◆ TASK REQUIREMENTS
Among the entries below, count the lines where the string "vessel" occurs, and give only the number.

◆ GIVEN ENTRIES
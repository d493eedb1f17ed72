// A culture that grows on one substrate: dual Monod growth (substrate and dissolved O2), Pirt
// maintenance, yields on substrate and O2 (Monod 1949; Pirt 1965). Used by transient runs.
//   mu   = mu_max f_S f_O                      f_S = S/(K_S + S), f_O = C/(K_O2 + C)
//   q_S  = (mu_max f_O / Y_X/S + m_S) f_S      [kg substrate/(kg biomass s)]
//   q_O2 = (mu_max f_S / Y_X/O + m_O) f_O      [mol O2/(kg biomass s)]
// Maintenance on substrate stops with the substrate (f_S), endogenous respiration does not (only
// with the O2). Below zero both factors continue linearly, so Newton sees smooth functions.
#pragma once

#include <vector>

#include "input/case.hpp"
#include "solver/linalg/steady_problem.hpp"
#include "solver/flow/transport.hpp"
#include "mesh/zone_network.hpp"

namespace oxystrat {

struct GrowthKinetics {
  explicit GrowthKinetics(const Culture& c);
  double mu_max_s, k_s_kg_m3, k_o2_mol_m3, yield_substrate;
  double yield_o2_kg_mol;  //!< biomass per O2 [kg/mol]
  double maintenance_substrate_s, maintenance_o2_mol_kg_s;

  static double monod(double v, double k) { return v >= 0.0 ? v / (k + v) : v / k; }
  static double d_monod(double v, double k) { return v >= 0.0 ? k / ((k + v) * (k + v)) : 1.0 / k; }
  double growth_rate(double s, double c) const {
    return mu_max_s * monod(s, k_s_kg_m3) * monod(c, k_o2_mol_m3);
  }
  double substrate_uptake(double s, double c) const {
    return (mu_max_s * monod(c, k_o2_mol_m3) / yield_substrate + maintenance_substrate_s) * monod(s, k_s_kg_m3);
  }
  double d_substrate_uptake(double s, double c) const {
    return (mu_max_s * monod(c, k_o2_mol_m3) / yield_substrate + maintenance_substrate_s) * d_monod(s, k_s_kg_m3);
  }
  //! q_O2 / f_O: the O2 uptake at saturating O2 [mol/(kg s)].
  double o2_uptake_capacity(double s) const {
    return mu_max_s * monod(s, k_s_kg_m3) / yield_o2_kg_mol + maintenance_o2_mol_kg_s;
  }
};

//! One implicit Euler step of substrate S and biomass X together, both carried by the liquid
//! (unknowns interleaved S_k, X_k; the DO C_k of the same step is given):
//!   V_k (S_k - S_old,k) / h = sum_j L_kj S_j + feed_k - V_k X_k q_S(S_k, C_k)
//!   V_k (X_k - X_old,k) / h = sum_j L_kj X_j + V_k mu(S_k, C_k) X_k
//! Solved together, so the substrate consumed and the biomass grown obey the yield exactly.
class CultureStep : public SteadyProblem {
 public:
  CultureStep(const ZoneNetwork& net, const SparseMatrix& transport, const GrowthKinetics& g,
              const std::vector<double>& do_mol_m3, const Eigen::VectorXd& old, const std::vector<double>& feed_kg_s,
              double h);
  int size() const override { return static_cast<int>(old_.size()); }
  void residual(const Eigen::VectorXd& x, Eigen::VectorXd& r) const override;
  void jacobian(const Eigen::VectorXd& x, std::vector<Eigen::Triplet<double>>& t) const override;
  double residual_scale() const override { return scale_; }

 private:
  const ZoneNetwork& net_;
  const SparseMatrix& transport_;
  const GrowthKinetics& g_;
  const std::vector<double>& do_;
  const Eigen::VectorXd& old_;
  const std::vector<double>& feed_;
  double h_, scale_;
};

//! The substrate field a constant feed holds against a frozen culture and DO field:
//!   sum_j L_kj S_j + feed_k - V_k X_k q_S(S_k, C_k) = 0   [kg/s]
//! (the quasi-steady substrate a cell sees during a fed-batch; lifelines use it). Throws
//! std::runtime_error when the feed exceeds what the culture can take up (no steady state).
std::vector<double> steady_substrate_field(const ZoneNetwork& net, const SparseMatrix& transport,
                                           const GrowthKinetics& g, const std::vector<double>& do_mol_m3,
                                           const std::vector<double>& biomass_kg_m3, const std::vector<double>& feed_kg_s);

}  // namespace oxystrat
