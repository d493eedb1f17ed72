// The heat, shear and cost values of a run as named summary values (the rows of compare, the
// columns of sweep): only those that apply, never a NaN placeholder.
#pragma once

#include <string>
#include <vector>

#include "input/case.hpp"
#include "solver/oxygen/case_run.hpp"
#include "solver/oxygen/summary_values.hpp"

namespace oxystrat {

//! Appends heat_*, cooling_*, max_biomass_heat, dissipation_max, kolmogorov_length_min, compressor_power,
//! total_power, operating_cost, ... in SI with their display units. Values of absent tables ([cooling],
//! [prices]) are left out.
void append_limit_values(const Case& c, const CaseRun& run, std::vector<SummaryValue>& out);
//! The names append_limit_values can give for this case, in its order: those of [cooling] and
//! [prices] only when the case has the table. A run leaves out a margin or a cost per kg that
//! is undefined (no heat to remove, no O2 transferred).
std::vector<std::string> limit_value_names(const Case& c);

}  // namespace oxystrat
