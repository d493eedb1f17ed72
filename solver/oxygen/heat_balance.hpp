// The heat balance of the broth at one operating point: what the cells, the agitator and the
// expanding gas put in, what the gas carries out (warming from its inlet temperature, and the
// water it evaporates), the cooling duty that leaves, what the [cooling] can remove, and the
// largest uptake and biomass that cooling supports (docs/method.md, section 16).
#pragma once

#include <optional>

#include "input/case.hpp"

namespace oxystrat {

//! The flows of one operating point the heat balance needs.
struct HeatInputs {
  double power_gassed_w = 0.0;    //!< agitator shaft power, gassed [W]
  double inlet_gas_mol_s = 0.0;   //!< dry inlet gas [mol/s]
  double our_mol_s = 0.0;         //!< O2 taken up by the cells, vessel total [mol/s]
  double otr_mol_s = 0.0;         //!< O2 leaving the gas [mol/s]
  double cer_mol_s = 0.0;         //!< CO2 entering the gas [mol/s]
};

struct HeatBalance {
  // Heat into the broth [W]
  double metabolic_w = 0.0;       //!< heat yield x OUR
  double agitation_w = 0.0;       //!< gassed shaft power, all dissipated
  double gas_expansion_w = 0.0;   //!< isothermal expansion of the gas from sparger to surface
  // Heat the gas carries out [W] (negative: the gas brings heat in)
  double gas_sensible_w = 0.0;    //!< dry gas warmed (or cooled) from its inlet to broth temperature
  double gas_latent_w = 0.0;      //!< water evaporated into the gas, saturated at the surface
  double water_evaporation_kg_s = 0.0;  //!< water leaving with the off-gas [kg/s]
  double required_w = 0.0;        //!< the duty the cooling must remove [W]; negative: heating needed
  // With a [cooling] table
  std::optional<double> available_w;       //!< what the cooling removes at broth temperature [W]
  std::optional<double> margin;            //!< (available - required) / required [-], when required > 0
  std::optional<double> max_our_mol_m3_s;  //!< largest vessel-mean uptake the cooling holds [mol/(m3 s)]
  std::optional<double> max_biomass_kg_m3; //!< that uptake at q_O2,max [kg/m3] (culture with q_o2_max)
  double heat_gas_w() const { return gas_sensible_w + gas_latent_w; }
};

//! The balance at one operating point. Heat is linear in the uptake (the off-gas dry flow changes
//! by (RQ - 1) OUR), so the uptake that loads the cooling fully is solved for exactly.
HeatBalance heat_balance(const Case& c, const HeatInputs& in);

//! The duty the [cooling] removes with the broth at its temperature [W]; empty without the table.
std::optional<double> cooling_available_w(const Case& c);

//! Absolute pressure at the sparger, hydrostatic through ungassed broth [Pa] (the head pressure
//! without a sparger).
double sparger_pressure_pa(const Case& c);

}  // namespace oxystrat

◆ WRITTEN ANSWER
2